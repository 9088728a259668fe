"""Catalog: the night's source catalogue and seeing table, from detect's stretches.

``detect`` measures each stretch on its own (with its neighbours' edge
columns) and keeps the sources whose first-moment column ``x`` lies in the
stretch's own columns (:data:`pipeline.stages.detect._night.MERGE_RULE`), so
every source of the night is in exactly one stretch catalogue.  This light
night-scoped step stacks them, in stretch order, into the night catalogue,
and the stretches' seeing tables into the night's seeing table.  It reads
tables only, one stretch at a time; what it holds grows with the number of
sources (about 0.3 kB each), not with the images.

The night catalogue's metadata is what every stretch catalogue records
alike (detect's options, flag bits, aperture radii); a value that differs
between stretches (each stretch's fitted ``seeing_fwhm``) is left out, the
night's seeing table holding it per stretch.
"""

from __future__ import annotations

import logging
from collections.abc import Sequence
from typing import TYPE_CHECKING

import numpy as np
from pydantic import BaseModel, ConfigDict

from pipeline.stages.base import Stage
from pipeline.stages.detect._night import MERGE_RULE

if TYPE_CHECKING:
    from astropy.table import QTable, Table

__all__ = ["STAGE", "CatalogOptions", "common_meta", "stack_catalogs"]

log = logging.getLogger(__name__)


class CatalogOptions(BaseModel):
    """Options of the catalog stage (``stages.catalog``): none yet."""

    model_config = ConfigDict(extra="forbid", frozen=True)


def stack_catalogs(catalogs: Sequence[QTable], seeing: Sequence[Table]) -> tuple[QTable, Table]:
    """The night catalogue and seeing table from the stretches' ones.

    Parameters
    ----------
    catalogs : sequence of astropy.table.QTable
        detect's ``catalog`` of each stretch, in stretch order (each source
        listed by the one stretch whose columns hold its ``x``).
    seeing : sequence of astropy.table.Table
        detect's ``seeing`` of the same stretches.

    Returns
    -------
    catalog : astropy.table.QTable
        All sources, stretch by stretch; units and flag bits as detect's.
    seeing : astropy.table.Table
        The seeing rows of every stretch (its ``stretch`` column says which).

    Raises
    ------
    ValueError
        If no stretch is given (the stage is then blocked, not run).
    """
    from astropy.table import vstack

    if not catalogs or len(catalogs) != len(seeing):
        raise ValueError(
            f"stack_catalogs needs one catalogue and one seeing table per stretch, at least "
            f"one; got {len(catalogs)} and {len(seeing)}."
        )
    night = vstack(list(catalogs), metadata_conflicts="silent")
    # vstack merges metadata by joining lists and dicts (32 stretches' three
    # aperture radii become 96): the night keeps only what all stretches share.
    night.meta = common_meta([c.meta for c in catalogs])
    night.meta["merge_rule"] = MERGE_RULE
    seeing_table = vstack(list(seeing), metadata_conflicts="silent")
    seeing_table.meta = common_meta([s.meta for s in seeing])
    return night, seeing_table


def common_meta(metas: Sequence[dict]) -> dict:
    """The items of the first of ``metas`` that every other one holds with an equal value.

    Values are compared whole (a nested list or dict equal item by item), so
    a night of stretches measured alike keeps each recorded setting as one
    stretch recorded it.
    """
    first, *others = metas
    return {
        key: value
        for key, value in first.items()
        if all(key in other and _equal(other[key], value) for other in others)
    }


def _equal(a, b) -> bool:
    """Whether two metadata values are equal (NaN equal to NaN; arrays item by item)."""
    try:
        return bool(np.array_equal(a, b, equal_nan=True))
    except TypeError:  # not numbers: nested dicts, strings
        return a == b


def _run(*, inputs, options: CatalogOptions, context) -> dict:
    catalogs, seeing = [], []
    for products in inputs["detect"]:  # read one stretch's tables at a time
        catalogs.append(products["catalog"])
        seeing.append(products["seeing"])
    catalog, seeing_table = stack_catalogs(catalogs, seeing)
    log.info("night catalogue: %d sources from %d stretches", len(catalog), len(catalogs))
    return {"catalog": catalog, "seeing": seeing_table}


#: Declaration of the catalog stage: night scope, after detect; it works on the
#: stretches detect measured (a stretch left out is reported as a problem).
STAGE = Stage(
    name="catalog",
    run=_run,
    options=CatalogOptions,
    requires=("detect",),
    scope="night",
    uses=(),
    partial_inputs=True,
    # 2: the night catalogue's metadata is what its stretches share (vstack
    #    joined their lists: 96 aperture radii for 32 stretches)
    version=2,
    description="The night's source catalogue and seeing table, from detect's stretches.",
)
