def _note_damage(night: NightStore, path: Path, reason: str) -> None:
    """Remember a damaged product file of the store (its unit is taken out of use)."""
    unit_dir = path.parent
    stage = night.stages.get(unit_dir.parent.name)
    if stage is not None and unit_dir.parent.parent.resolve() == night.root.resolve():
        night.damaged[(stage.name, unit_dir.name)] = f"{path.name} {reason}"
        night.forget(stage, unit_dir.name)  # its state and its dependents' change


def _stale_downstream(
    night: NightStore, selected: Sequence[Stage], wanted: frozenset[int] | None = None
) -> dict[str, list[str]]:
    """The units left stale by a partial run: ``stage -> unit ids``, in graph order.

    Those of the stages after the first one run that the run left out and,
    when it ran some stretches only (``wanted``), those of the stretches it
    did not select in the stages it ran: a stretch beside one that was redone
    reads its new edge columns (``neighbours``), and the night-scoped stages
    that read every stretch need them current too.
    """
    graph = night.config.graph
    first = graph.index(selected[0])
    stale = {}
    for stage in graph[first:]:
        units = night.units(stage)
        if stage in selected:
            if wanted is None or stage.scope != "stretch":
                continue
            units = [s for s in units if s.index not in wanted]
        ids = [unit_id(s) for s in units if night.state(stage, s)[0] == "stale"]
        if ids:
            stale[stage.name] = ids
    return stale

-=-=-=-=-

- _EXERCISE GOAL_: Up to and including the line with "log = logging.getLogger(__name__)", write out the records above exactly, starting from their first line.

- _RESPONSE TO THE EXERCISE_:
repository 9088728a259668fe
"""Catalog: the night's source catalogue and seeing table, from detect's stretches.

``detect`` measures each stretch on its own (with its neighbours' edge
columns) and keeps the sources whose first-moment column ``x`` lies in the
stretch's own columns (:data:`pipeline.stages.detect._night.MERGE_RULE`), so
every source of the night is in exactly one stretch catalogue.  This light
night-scoped step stacks them, in stretch order, into the night catalogue,
and the stretches' seeing tables into the night's seeing table.  It reads
tables only, one stretch at a time; what it holds grows with the number of
sources (about 0.3 kB each), not with the images.

The night catalogue's metadata is what every stretch catalogue records
alike (detect's options, flag bits, aperture radii); a value that differs
between stretches (each stretch's fitted ``seeing_fwhm``) is left out, the
night's seeing table holding it per stretch.
"""

from __future__ import annotations

import logging
from collections.abc import Sequence
from typing import TYPE_CHECKING

import numpy as np
from pydantic import BaseModel, ConfigDict

from pipeline.stages.base import Stage
from pipeline.stages.detect._night import MERGE_RULE

if TYPE_CHECKING:
    from astropy.table import QTable, Table

__all__ = ["STAGE", "CatalogOptions", "common_meta", "stack_catalogs"]

log = logging.getLogger(__name__)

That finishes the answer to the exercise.